For now, Securities and Exchange Commissioner Jay Clayton pledged to keep markets open, despite the waves of panicked selling. “Markets should continue to function through times like this,” he told CNBC. Still, many traders expect that if the market plunges several more thousand points, and trips more circuit breakers that temporarily halt trading, the administration could be forced to simply shut Wall Street down.
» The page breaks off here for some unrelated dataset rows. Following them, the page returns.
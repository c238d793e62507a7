"""The PDF audit a consultant can issue.

``write_pdf(result, path)`` lays out an ``AuditResult`` with reportlab: cover, summary, a page
per panel with findings (or every panel), the rejected rows and warnings, methods and
assumptions, and the cautions. Wording and branding come from a template folder
(``templates/`` by default: ``report.toml``, ``methods.md``, ``cautions.md``) so a consultancy
can change them without touching code. The writer only reads the result; it recomputes no
physics.
"""

from __future__ import annotations

import hashlib
import os
import tomllib
from dataclasses import dataclass, fields
from datetime import datetime
from functools import lru_cache
from pathlib import Path
from typing import Any, Callable, Iterable, Sequence

from reportlab import rl_config
from reportlab.lib import colors
from reportlab.lib.enums import TA_LEFT
from reportlab.lib.pagesizes import A4
from reportlab.lib.styles import ParagraphStyle
from reportlab.lib.units import mm
from reportlab.pdfbase import pdfmetrics
from reportlab.pdfbase.ttfonts import TTFont
from reportlab.pdfgen.canvas import Canvas
from reportlab.platypus import (
    BaseDocTemplate,
    CondPageBreak,
    Flowable,
    Frame,
    Image,
    KeepTogether,
    LongTable,
    NextPageTemplate,
    PageBreak,
    PageTemplate,
    Paragraph,
    Spacer,
    Table,
    TableStyle,
)

from auditor.atomic import write_atomic
from auditor.model import AuditResult, Excitation, Finding, Panel, PanelResult
from auditor.remedy import SAFETY_NOTE
from auditor.report.exports import local_paths, ruleset_origin
from auditor.report.figures import FigureStyle, interference_chart, mode_shape_drawing, shape_legend
from auditor.report.text import (
    Block,
    clean_text,
    format_band_hz,
    format_date,
    format_hz,
    format_percent,
    inline_markup,
    markup,
    parse_text_blocks,
    to_latin1,
)

__all__ = [
    "ReportError",
    "ReportColours",
    "ReportTemplate",
    "bundled_template_dir",
    "load_report_template",
    "write_pdf",
]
“With new measures being put in place by the hour, the federal government at some point will have to consider a modern version of the bank holiday imposed by the Roosevelt administration back in 1933,” RSM Chief Economist Joseph Brusuelas wrote in a client note. “That four-day holiday was put into place to restore confidence in the banking and financial system. Perhaps the governing authority should consider a 10-business day holiday until Congress can act.”

Wall Street analysts are already assessing the damage done to the economy thus far: stark and likely to get far worse, very quickly.

“Movie box-office revenues are down more than 60 percent in data through March 15 and more than 70 percent relative to the average of recent years,” JPMorgan analysts wrote in a research note. “Broadway box office revenues were already down about 20 percent relative to trend in data through March 8, and are presumably set to be down essentially 100 percent after theaters closed last Thursday, a result we also expect to see for professional and college sports revenues.”

Restaurant bookings were collapsing in many cities and may now plunge to zero. Streets are increasingly empty as citizens follow government warnings to slow the spread of the virus.


The hope on the part of White House officials is not to avoid a sharp economic slowdown — they all know it is coming — but that the short-term pain from extreme measures will lead to a flattening in the curve of the virus spread. Then economic activity can be made up when the crisis ebbs.

But that will require agreement on a massive package of aid for both individuals and corporations to stave off mass bankruptcies and waves of layoffs. The White House hopes for a V-shaped economic cycle this time: a recession in which growth plunges then sharply recovers as consumers emerge from their bunkers with jobs to go to and money to spend.

Kevin Hassett, the former White House Council of Economic Advisers chairman who remains in contact with Trump and the White House, said in an interview that jobs reports for March and April could show horrific numbers that will force massive congressional action if it has not already occurred by then.

He predicted losses of perhaps over 1 million jobs in coming reports and a spike in the jobless rate. “We really could see the worst jobs reports we’ve ever seen in our history.”

Hassett said he did calculations over the weekend with conservative economist Larry Lindsey showing that the economy could contract by 5 percent in the second quarter, though a swift containment of the virus could lead to a bounce-back in the third quarter. (Goldman Sachs economists also predicted a drop of around 5 percent in economic growth in the second quarter.)

And he noted that infighting between the House and Senate and uncertainty about the next stimulus package from the White House could make matters far worse. The White House is trying to settle on a package that would include a payroll tax suspension and emergency lending facilities, including from the Federal Reserve, and other measures for impacted businesses that would stop short of direct cash “bailouts,” a politically toxic word since the bank rescues of 2008 and 2009.